Stored data entries
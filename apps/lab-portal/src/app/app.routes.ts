import type { Routes } from '@angular/router';
import { AppShell, NotFoundPage, ProfilePage, authRoutes, roleGuard, signedInGuard } from '@ohmprint/ui';

/** Each feature is one line in `children`: its folder's `<feature>.routes.ts` default export. */
export const routes: Routes = [
  ...authRoutes,
  {
    path: '',
    component: AppShell,
    canActivate: [signedInGuard],
    children: [
      { path: '', title: 'Home · Ohmprint lab', loadComponent: () => import('./home/lab-home').then((m) => m.LabHome) },
      { path: 'profile', title: 'Profile · Ohmprint lab', component: ProfilePage },
      { path: 'staff', canActivate: [roleGuard('lab-admin')], loadChildren: () => import('./staff/staff.routes') },
      { path: 'clients', canActivate: [roleGuard('lab-admin')], loadChildren: () => import('./client-organisations/client-organisations.routes') },
      { path: 'labs', canActivate: [roleGuard('platform-operator')], loadChildren: () => import('./labs/labs.routes') },
      { path: 'queue', loadChildren: () => import('./queue/queue.routes') },
      { path: 'intake', canActivate: [roleGuard('intake-technician')], loadChildren: () => import('./intake/intake.routes') },
      { path: 'samples', loadChildren: () => import('./samples/samples.routes') },
      { path: 'reviews', canActivate: [roleGuard('reviewer')], loadChildren: () => import('./reviews/reviews.routes') },
      { path: 'reports', canActivate: [roleGuard('reviewer', 'lab-admin', 'analyst')], loadChildren: () => import('./reports/reports.routes') },
      { path: 'libraries', canActivate: [roleGuard('analyst', 'reviewer', 'lab-admin')], loadChildren: () => import('./libraries/libraries.routes') },
      { path: 'instrument-keys', canActivate: [roleGuard('lab-admin')], loadChildren: () => import('./instrument-keys/instrument-keys.routes') },
      { path: '**', title: 'Not found · Ohmprint lab', component: NotFoundPage },
    ],
  },
];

### PROBLEM TO WORK ON:
Your answer must be the data above, copied exactly from its first line through the line containing "() => import('./queue/queue.routes')", and nothing more.

### EXERCISE SOLUTION:
filename apps/lab-portal/src/app/app.routes.ts
import type { Routes } from '@angular/router';
import { AppShell, NotFoundPage, ProfilePage, authRoutes, roleGuard, signedInGuard } from '@ohmprint/ui';

/** Each feature is one line in `children`: its folder's `<feature>.routes.ts` default export. */
export const routes: Routes = [
  ...authRoutes,
  {
    path: '',
    component: AppShell,
    canActivate: [signedInGuard],
    children: [
      { path: '', title: 'Home · Ohmprint lab', loadComponent: () => import('./home/lab-home').then((m) => m.LabHome) },
      { path: 'profile', title: 'Profile · Ohmprint lab', component: ProfilePage },
      { path: 'staff', canActivate: [roleGuard('lab-admin')], loadChildren: () => import('./staff/staff.routes') },
      { path: 'clients', canActivate: [roleGuard('lab-admin')], loadChildren: () => import('./client-organisations/client-organisations.routes') },
      { path: 'labs', canActivate: [roleGuard('platform-operator')], loadChildren: () => import('./labs/labs.routes') },
      { path: 'queue', loadChildren: () => import('./queue/queue.routes') },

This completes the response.